L’engagement de Gabriel dans l’armée révolutionnaire tient une grande place dans le récit : pourquoi ce jeune homme raisonnable, pétri de l’esprit des Lumières, s’est-il engagé lors de la Levée en masse ? L’auteur rappelle la création de la Garde nationale et son rôle dans les événements parisiens de l’été 1791. Gabriel s’est-il engagé par idéal, pour la solde ou pour renouer avec la lointaine tradition familiale d’une vieille noblesse déchue ? On le suit dans sa carrière militaire, peu de véritables faits d’armes, il est déçu au soir de Valmy, de n’avoir pas combattu. Les lettres informent sur l’état d’esprit des armées, le poids de la hiérarchie quand il devient dragon.

Les lettres évoquent la crise des assignats, l’évolution des conceptions du mariage quand Élisabeth évoque un mariage possible entre ses enfants adoptifs.

Les femmes ont, malgré la distance, une réelle adhésion aux idéaux révolutionnaires et participent pleinement aux manifestations patriotiques comme la fête de juin 1794, à la gloire de l’être suprême. Élisabeth écrit même une pièce de théâtre républicaine. Un an plus tard les réflexions de Gabriel sont plus négatives, il montre même une forme de mépris du peuple patriote, mais superstitieux et fanatique quand il évoque la Vendée. « Liberté de culte, certes ; mais seulement si l’on est bon patriote. » (p. 169)

Si Gabriel banalise la violence des guerres révolutionnaires, il reproche aussi à Charlotte sa défense des droits des femmes.

Monsieur le maire

Nommé maire en 1803, par le préfet, les écrits de Gabriel Noël sont désormais ceux de l’administration communale : état des permis de port d’armes à feu (oct 1803), contrat du berger communal… Ils disent la vie d’un petit « fonctionnaire public ». Ils informent sur la vie d’un village dans la première moitié du XIXe siècle.

« La biographie sociale se gonfle alors, déborde les corps des protagonistes principaux, verse vers la micro-histoire d’un village rural parmi tant d’autres. » (p. 40)

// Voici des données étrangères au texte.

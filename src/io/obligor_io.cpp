#include "firmcall/io/obligor_io.hpp"

#include <yaml-cpp/yaml.h>

#include <algorithm>
#include <string_view>
#include <unordered_map>
#include <unordered_set>

#include "firmcall/book/errors.hpp"
#include "firmcall/io/csv.hpp"
#include "io/yaml_util.hpp"

namespace firmcall {

namespace {
bool ends_with(const std::string& s, std::string_view suffix) {
  return s.size() >= suffix.size() && s.compare(s.size() - suffix.size(), suffix.size(), suffix) == 0;
}

// Unknown keys named in an obligor's error before the rest are counted.
constexpr std::size_t kListedUnknownKeys = 5;

bool all_digits(const std::string& s) {
  return !s.empty() && s.find_first_not_of("0123456789") == std::string::npos;
}

// In a {...} entry YAML ends a value at a comma: `market_cap: 1,200` reads as market_cap 1 and a
// key '200' without a value. Such a key right after a number is that number's other half.
bool is_comma_tail(const YAML::Node& key, const YAML::Node& value) {
  return all_digits(key.Scalar()) && value.IsNull();
}

std::string comma_problem(const std::string& field, const std::string& number) {
  return "field '" + field + "': a comma inside the number '" + number.substr(0, 40) +
         "' (YAML ends a value at a comma); write numbers without thousands separators and with a "
         "decimal point (1200, 0.35)";
}

void read_yaml_obligor(const YAML::Node& node, std::size_t line, ObligorRecord& rec) {
  rec.clear();
  rec.line = line;
  if (!node.IsMap()) {
    rec.read_error = "obligor entry is not a map of field: value";
    return;
  }
  // One pass, linear in the number of keys: a set of the keys seen, the unknown ones listed
  // (the first few by name, the rest counted).
  std::unordered_set<std::string> seen;
  std::string first_problem;  // the first problem other than an unknown key
  std::vector<std::string> unknown;
  std::size_t unknown_count = 0;
  bool problem_first = false;   // first_problem comes before the first unknown key
  std::string last_number_key;  // the number key just before, with its text (for a split at a comma)
  std::string last_number_text;
  for (const auto& kv : node) {
    const std::string& key = kv.first.Scalar();
    if (!last_number_key.empty() && is_comma_tail(kv.first, kv.second)) {
      last_number_text += "," + key;
      if (first_problem.empty() || first_problem.rfind("field '" + last_number_key + "': a comma", 0) == 0)
        first_problem = comma_problem(last_number_key, last_number_text);
      continue;
    }
    last_number_key.clear();
    if (!seen.insert(key).second) {
      if (first_problem.empty()) first_problem = "field '" + key + "' is given twice";
      continue;
    }
    std::optional<NumField> num;
    std::optional<TextField> text;
    if (!field_from_string(key, num, text)) {
      if (unknown_count == 0) problem_first = !first_problem.empty();
      if (unknown_count++ < kListedUnknownKeys) unknown.push_back(key);
      continue;
    }
    if (!kv.second.IsScalar()) {
      if (first_problem.empty()) first_problem = "field '" + key + "': expected a single value";
      continue;
    }
    const std::string& value = kv.second.Scalar();
    if (text) {
      rec.get(*text) = value;
      if (!valid_utf8(value) && first_problem.empty()) {
        first_problem = "field '" + key + "': not valid UTF-8 (save the file as UTF-8)";
      }
      continue;
    }
    if (value.empty() || value == "~" || value == "null") continue;  // left empty: absent
    double v = 0.0;
    if (parse_number(value, v)) {
      rec.set(*num, v);
      last_number_key = key;
      last_number_text = value;
    } else if (first_problem.empty()) {
      first_problem = value.find(',') != std::string::npos
                          ? comma_problem(key, value)
                          : "field '" + key + "': expected a finite decimal number such as 0.35, got '" +
                                value.substr(0, 40) + "'";
    }
  }
  if (unknown_count == 0 || problem_first) {
    rec.read_error = std::move(first_problem);
    return;
  }
  std::string& e = rec.read_error;
  e = unknown_count == 1 ? "unknown field " : "unknown fields ";
  for (std::size_t i = 0; i < unknown.size(); ++i) {
    if (i > 0) e += ", ";
    e += '\'';
    e.append(unknown[i], 0, 40);
    e += '\'';
  }
  if (unknown_count > unknown.size()) e += " and " + std::to_string(unknown_count - unknown.size()) + " more";
  if (unknown_count == 1) {
    const std::string hint = detail::closest_name(unknown[0], obligor_field_names());
    if (!hint.empty()) e += " (did you mean '" + hint + "'?)";
  }
}
}  // namespace

BookFormat book_format_of(const std::string& path) {
  if (ends_with(path, ".yaml") || ends_with(path, ".yml")) return BookFormat::yaml;
  if (ends_with(path, ".csv")) return BookFormat::csv;
  throw InputError("'" + path + "': unknown book format (name it .yaml, .yml or .csv)");
}

Book parse_yaml_book(const std::string& text, const std::string& origin) {
  Book book;
  book.origin = origin;
  const YAML::Node root = detail::yaml_load(text, origin);
  if (!root.IsMap()) throw InputError(located(origin, 0, "expected a map with an 'obligors' list"));
  detail::yaml_check_keys(root, {"book", "as_of", "description", "defaults", "obligors"}, origin, "book");
  if (root["book"]) book.label = detail::yaml_string(root["book"], origin, "book");
  if (root["as_of"]) book.as_of = detail::yaml_string(root["as_of"], origin, "as_of");
  if (const auto d = root["defaults"]) {
    detail::yaml_check_keys(d, {"rate", "horizon", "drift", "default_point_weight", "lgd"}, origin,
                            "defaults");
    if (d["rate"]) book.defaults.rate = detail::yaml_number(d["rate"], origin, "rate");
    if (d["horizon"]) book.defaults.horizon = detail::yaml_number(d["horizon"], origin, "horizon");
    if (d["drift"]) book.defaults.drift = detail::yaml_number(d["drift"], origin, "drift");
    if (d["lgd"]) book.defaults.lgd = detail::yaml_number(d["lgd"], origin, "lgd");
    if (d["default_point_weight"]) {
      const double w = detail::yaml_number(d["default_point_weight"], origin, "default_point_weight");
      if (w < 0.0 || w > 1.0) {
        throw InputError(located(origin, detail::yaml_line(d["default_point_weight"]),
                                 "key 'default_point_weight': must lie in [0, 1]"));
      }
      book.defaults.default_point_weight = w;
    }
  }
  const YAML::Node list = root["obligors"];
  if (!list) throw InputError(located(origin, 0, "missing key 'obligors' (the list of obligors)"));
  if (!list.IsSequence())
    throw InputError(located(origin, detail::yaml_line(list), "'obligors' must be a list"));
  book.obligors.resize(list.size());
  std::size_t i = 0;
  for (const auto& node : list) {
    read_yaml_obligor(node, detail::yaml_line(node), book.obligors[i]);
    ++i;
  }
  mark_duplicate_ids(book.obligors);
  return book;
}

namespace detail {

CsvColumns parse_csv_header(std::string_view& rest, std::size_t& line, const std::string& origin, BookUse use,
                            std::vector<std::string>& notes) {
  if (rest.substr(0, 3) == "\xEF\xBB\xBF") rest.remove_prefix(3);
  // Skip leading blank lines before the header.
  while (!rest.empty() && (rest.front() == '\n' || rest.front() == '\r')) {
    if (rest.front() == '\n') ++line;
    rest.remove_prefix(1);
  }
  if (rest.empty()) throw InputError(located(origin, 0, "empty file: a header row is required"));
  std::vector<std::string_view> fields;
  std::string scratch;
  bool unterminated = false;
  const std::size_t used = split_csv_record(rest, fields, scratch, unterminated);
  CsvColumns cols = CsvColumns::from_header(fields, origin, use);
  for (const auto& u : cols.unused)
    notes.push_back(located(origin, line, "note: column '" + u + "' is not used"));
  line += count_lines(rest.substr(0, used));
  rest.remove_prefix(used);
  return cols;
}

std::size_t parse_csv_records(std::string_view& rest, std::size_t& line, const CsvColumns& cols,
                              std::size_t max_records, std::vector<ObligorRecord>& out, CsvParseScratch& sc) {
  std::size_t last_line = 0;  // line of the last record that is not blank
  std::size_t taken = 0;
  while (!rest.empty() && taken < max_records) {
    const std::size_t record_line = line;
    std::size_t stray = kNoStrayQuote;
    bool unterminated = false;
    const std::size_t used = split_csv_record(rest, sc.fields, sc.unescaped, unterminated, &stray);
    const std::string_view raw = rest.substr(0, used);
    line += count_lines(raw);
    rest.remove_prefix(used);
    if (sc.fields.size() == 1 && sc.fields[0].find_first_not_of(" \t") == std::string_view::npos)
      continue;  // blank
    last_line = record_line;
    ++taken;
    ObligorRecord& rec = out.emplace_back();
    rec.line = record_line;
    if (raw.size() > kMaxCsvRecordBytes) {  // the limit of every command that reads a book
      rec.read_error = record_too_long_problem();
      continue;
    }
    parse_obligor_fields(sc.fields, cols, rec);
    if (unterminated) {
      rec.read_error = "a quoted field is never closed";
    } else if (stray != kNoStrayQuote) {
      rec.read_error = stray_quote_problem(cols.name_of(stray), sc.fields[stray]);
    }
  }
  return last_line;
}

}  // namespace detail

Book parse_csv_book(const std::string& text, const std::string& origin, BookUse use) {
  Book book;
  book.origin = origin;
  std::string_view rest(text);
  std::size_t line = 1;
  const CsvColumns cols = detail::parse_csv_header(rest, line, origin, use, book.notes);
  detail::CsvParseScratch scratch;
  const std::size_t last_line =
      detail::parse_csv_records(rest, line, cols, static_cast<std::size_t>(-1), book.obligors, scratch);
  if (last_line != 0 && text.back() != '\n' && text.back() != '\r') {
    book.notes.push_back(located(origin, last_line, no_final_line_break_note()));
  }
  mark_duplicate_ids(book.obligors);
  return book;
}

Book load_book(const std::string& path, BookUse use) {
  const BookFormat fmt = book_format_of(path);
  const std::string text = detail::read_text_file(path);
  if (fmt == BookFormat::yaml && text.size() > kMaxYamlBookBytes) {
    throw InputError("'" + path +
                     "': a YAML book larger than 8 MiB; YAML is for hand-written books, use CSV");
  }
  return fmt == BookFormat::yaml ? parse_yaml_book(text, path) : parse_csv_book(text, path, use);
}

void mark_duplicate_ids(std::vector<ObligorRecord>& obligors) {
  std::unordered_map<std::string_view, std::size_t> first;
  first.reserve(obligors.size());
  for (auto& rec : obligors) {
    const std::string& id = rec.get(TextField::id);
    if (id.empty()) continue;
    const auto [it, inserted] = first.emplace(id, rec.line);
    if (!inserted && rec.read_error.empty()) {
      rec.read_error = "field 'id': duplicate of the obligor at line " + std::to_string(it->second);
    }
  }
}

}  // namespace firmcall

Déjà au moment de la Révolution la question scolaire tient une grande place dans les réflexion, puis le recrutement de l’instituteur, son salaire, l’aménagement d’une école sont un souci récurent de a famille et de l’équipe municipale. Élisabeth et Charlotte rêvent d’une école pour les filles.

Les écrits du maire sont moins personnels, la description de l’économie locale, l’évolution du droit de propriété et la défense des usages collectifs des communaux disent ce que fut ce début de XIXe siècle, quand la corvée seigneuriale perdure sous la forme de la contribution en nature pour la collectivité.

L’auteur aborde la question des finances communales, les élections, l’organisation de la conscription, la police rurale et les vicissitudes climatiques : l’année sans été 1816 et ses conséquences sociales.

Guillaume Mazeau écrivait dans la revue L’Histoire : « Original, le livre défatigue le récit habituel. ». Le projet est séduisant, l’écriture agréable, mais j’avoue avoir été gênée par cette tentation du roman comme si l’auteur avait été comme prisonnier de sa source : la correspondance de Gabriel.